I need the lines below from the one with "of the record" down to the one with "for kind in" reproduced exactly, both ends included, and nothing else.

START The records

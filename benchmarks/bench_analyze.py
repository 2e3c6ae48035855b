"""Benchmark of the whole ``coastmon analyze`` against a plain read of the same files.

Not part of the test suite. Uses the records of ``bench_stream.py`` (built there if
missing) and, with ``--repeat N``, a record N times as long made of N copies of the file
with shifted time axes (multi-file input, as decades of model output usually come). For
each input it times, each in its own subprocess:

* ``read``    — a plain read of u and v with netCDF4, file after file (as in
  ``bench_stream.py``);
* ``xread``   — a plain read with xarray and dask: open the files lazily, sum u and v
  (``--xread``);
* ``recipe``  — the straightforward xarray + dask recipe for the eddy statistics of
  ``bench_stream.py`` on the same files (``--recipe``);
* ``analyze`` — ``coastmon analyze FILES --out DIR --u-var u --v-var v --mask-var mask``,
  with the stage timings from the run's ``run.json`` and the peak memory of the process.

Two record shapes: ``--shape wide`` (500 x 500 points, 1100 days: a wide grid) and
``--shape long`` (121 x 131 points, 5840 days: a modest coastal domain over a long
record, where the sampled series hold more numbers than the grid). ``--ny``, ``--nx`` and
``--nt`` override either. With ``--best N`` each measurement is repeated N times and the
fastest kept.

Usage::

    python benchmarks/bench_analyze.py --dir /tmp/coastmon-bench --variants zlib plain --cold
    python benchmarks/bench_analyze.py --dir /tmp/coastmon-bench --variants zlib --repeat 4 --cold
    python benchmarks/bench_analyze.py --dir /tmp/coastmon-bench --shape long --xread --best 3
    python benchmarks/bench_analyze.py --dir /tmp/coastmon-bench --shape long --nt 1460 --repeat 16

Prints one JSON line per measurement and a summary table with analyze ÷ read.
"""

from __future__ import annotations

import argparse
import json
import os
import resource
import shutil
import subprocess
import sys
import time
from pathlib import Path

import numpy as np

sys.path.insert(0, str(Path(__file__).resolve().parent))
import bench_stream  # noqa: E402  (the records and the plain read are shared)

SHAPES = {"wide": (500, 500, 1100), "long": (121, 131, 5840)}
"""Record shapes (ny, nx, nt): a wide grid, and a modest coastal domain over a long record."""


def repeated_record(path: Path, n: int) -> list[Path]:
    """``n`` copies of ``path`` whose time axes follow one another (made once)."""
    import netCDF4

    if n == 1:
        return [path]
    folder = path.parent / f"{path.stem}_x{n}"
    folder.mkdir(exist_ok=True)
    parts = []
    with netCDF4.Dataset(path) as nc:
        nt = nc.dimensions["time"].size
        times = np.asarray(nc["time"][:], dtype=float)
        step = float(np.median(np.diff(times))) if nt > 1 else 1.0
    for k in range(n):
        part = folder / f"part{k}.nc"
        if not part.exists():
            tmp = part.with_name(part.name + ".part")
            shutil.copyfile(path, tmp)
            with netCDF4.Dataset(tmp, "a") as nc:
                nc["time"][:] = nc["time"][:] + k * nt * step
            tmp.replace(part)
        parts.append(part)
    return parts


def _read(files: list[Path]) -> dict:
    work = sum(bench_stream.measure_read(f)["work_s"] for f in files)
    return {"work_s": work}


def _xread(files: list[Path]) -> dict:
    import xarray as xr

    start = time.perf_counter()
    with xr.open_mfdataset(files, chunks="auto", combine="by_coords") as ds:
        total = float((ds["u"].sum() + ds["v"].sum()).compute())
    return {"work_s": time.perf_counter() - start, "sum": total}


def _recipe(files: list[Path]) -> dict:
    return bench_stream.measure_recipe(files if len(files) > 1 else files[0])


def _analyze(files: list[Path], out: Path, read_processes: int | None) -> dict:
    shutil.rmtree(out, ignore_errors=True)
    extra = []
    if read_processes is not None:
        settings = out.with_name("bench-settings.toml")
        settings.write_text(f"[stream]\nread_processes = {read_processes}\n")
        extra = ["--settings", str(settings)]
    start = time.perf_counter()
    proc = subprocess.Popen(
        [sys.executable, "-m", "coastmon", "analyze", *map(str, files), "--out", str(out),
         "--u-var", "u", "--v-var", "v", "--mask-var", "mask", "--no-progress", *extra],
        stdout=subprocess.PIPE, stderr=subprocess.PIPE, text=True,
    )
    with bench_stream.PeakMemory(proc.pid) as memory:
        stdout, stderr = proc.communicate()
    wall = time.perf_counter() - start
    if proc.returncode:
        raise SystemExit(f"analyze failed: {stderr[-2000:]}")
    peak = resource.getrusage(resource.RUSAGE_CHILDREN).ru_maxrss * 1024
    run = json.loads((out / "run.json").read_text())
    return {"work_s": wall, "stages_s": run["timings_s"], "peak_rss_gb": peak / 1e9,
            "peak_tree_gb": memory.peak / 1e9}


def main(argv: list[str] | None = None) -> None:
    parser = argparse.ArgumentParser(description=__doc__.splitlines()[0])
    bench_stream.record_arguments(parser, ["zlib"])
    parser.add_argument("--repeat", type=int, default=1, help="copies of the record in time")
    parser.add_argument("--read-processes", type=int, default=None,
                        help="stream.read_processes for analyze (default: automatic)")
    parser.add_argument("--shape", choices=list(SHAPES), default=None,
                        help="record shape preset (ny, nx, nt); --ny/--nx/--nt override it")
    parser.add_argument("--xread", action="store_true",
                        help="also time a plain read with xarray + dask (sum of u and v)")
    parser.add_argument("--recipe", action="store_true",
                        help="also time the straightforward xarray recipe of the statistics")
    parser.add_argument("--best", type=int, default=1, help="repeats; the fastest is kept")
    parser.add_argument("--child", nargs="+", help=argparse.SUPPRESS)
    args = parser.parse_args(argv)
    if args.shape:
        given = set(argv if argv is not None else sys.argv[1:])
        for name, value in zip(("ny", "nx", "nt"), SHAPES[args.shape], strict=True):
            if f"--{name}" not in given:
                setattr(args, name, value)
    if args.child:
        kind, files = args.child[0], [Path(f) for f in args.child[1:]]
        out = args.dir / "analyze-out"
        measure = {"read": _read, "xread": _xread, "recipe": _recipe}.get(kind)
        result = measure(files) if measure else _analyze(files, out, args.read_processes)
        print(json.dumps({"kind": kind, **result}))
        return
    args.dir.mkdir(parents=True, exist_ok=True)
    kinds = ["read"] + ["xread"] * args.xread + ["recipe"] * args.recipe + ["analyze"]
    table = []
    for variant in args.variants:
        files = repeated_record(bench_stream.ensure_record(args, variant), args.repeat)
        size = sum(f.stat().st_size for f in files) / 1e9
        best = {}
        for _ in range(max(1, args.best)):
            for kind in kinds:
                options = () if args.read_processes is None else (
                    "--read-processes", str(args.read_processes))
                record = bench_stream.run_child(__file__, args.dir, [kind, *map(str, files)],
                                                args.cold, options)
                record.update(variant=variant, repeat=args.repeat, size_gb=size,
                              n_time=args.nt * args.repeat, grid=[args.ny, args.nx],
                              load=os.getloadavg()[0])
                print(json.dumps(record), flush=True)
                if kind not in best or record["work_s"] < best[kind]["work_s"]:
                    best[kind] = record
        table.append(best)
    print(f"\n{'variant':8} {'grid':>9} {'steps':>6} {'GB':>5} {'read s':>7} {'xread s':>8} "
          f"{'recipe s':>9} {'analyze s':>10} {'÷read':>6} {'÷xread':>7} {'÷recipe':>8} "
          f"{'peak GB':>8} {'tree GB':>8}  stages (prepare / pass / analyses / outputs)")
    for best in table:
        an, read = best["analyze"], best["read"]
        xread = best.get("xread", {}).get("work_s", float("nan"))
        recipe = best.get("recipe", {}).get("work_s", float("nan"))
        st = an["stages_s"]
        stages = " / ".join(f"{st.get(k, float('nan')):.1f}" for k in
                            ("prepare_s", "stream_pass_s", "analyses_s", "outputs_s"))
        grid = f"{an['grid'][0]}x{an['grid'][1]}"
        print(f"{an['variant']:8} {grid:>9} {an['n_time']:6d} {an['size_gb']:5.2f} "
              f"{read['work_s']:7.1f} {xread:8.1f} {recipe:9.1f} {an['work_s']:10.1f} "
              f"{an['work_s'] / read['work_s']:6.2f} {an['work_s'] / xread:7.2f} "
              f"{an['work_s'] / recipe:8.2f} {an['peak_rss_gb']:8.2f} "
              f"{an['peak_tree_gb']:8.2f}  {stages}")


if __name__ == "__main__":
    main()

END The records

→ **Reply**:
    parser.add_argument("--repeat", type=int, default=1, help="copies of the record in time")
    parser.add_argument("--read-processes", type=int, default=None,
                        help="stream.read_processes for analyze (default: automatic)")
    parser.add_argument("--shape", choices=list(SHAPES), default=None,
                        help="record shape preset (ny, nx, nt); --ny/--nx/--nt override it")
    parser.add_argument("--xread", action="store_true",
                        help="also time a plain read with xarray + dask (sum of u and v)")
    parser.add_argument("--recipe", action="store_true",
                        help="also time the straightforward xarray recipe of the statistics")
    parser.add_argument("--best", type=int, default=1, help="repeats; the fastest is kept")
    parser.add_argument("--child", nargs="+", help=argparse.SUPPRESS)
    args = parser.parse_args(argv)
    if args.shape:
        given = set(argv if argv is not None else sys.argv[1:])
        for name, value in zip(("ny", "nx", "nt"), SHAPES[args.shape], strict=True):
            if f"--{name}" not in given:
                setattr(args, name, value)
    if args.child:
        kind, files = args.child[0], [Path(f) for f in args.child[1:]]
        out = args.dir / "analyze-out"
        measure = {"read": _read, "xread": _xread, "recipe": _recipe}.get(kind)
        result = measure(files) if measure else _analyze(files, out, args.read_processes)
        print(json.dumps({"kind": kind, **result}))
        return
    args.dir.mkdir(parents=True, exist_ok=True)
    kinds = ["read"] + ["xread"] * args.xread + ["recipe"] * args.recipe + ["analyze"]
    table = []
    for variant in args.variants:
        files = repeated_record(bench_stream.ensure_record(args, variant), args.repeat)
        size = sum(f.stat().st_size for f in files) / 1e9
        best = {}
        for _ in range(max(1, args.best)):
            for kind in kinds:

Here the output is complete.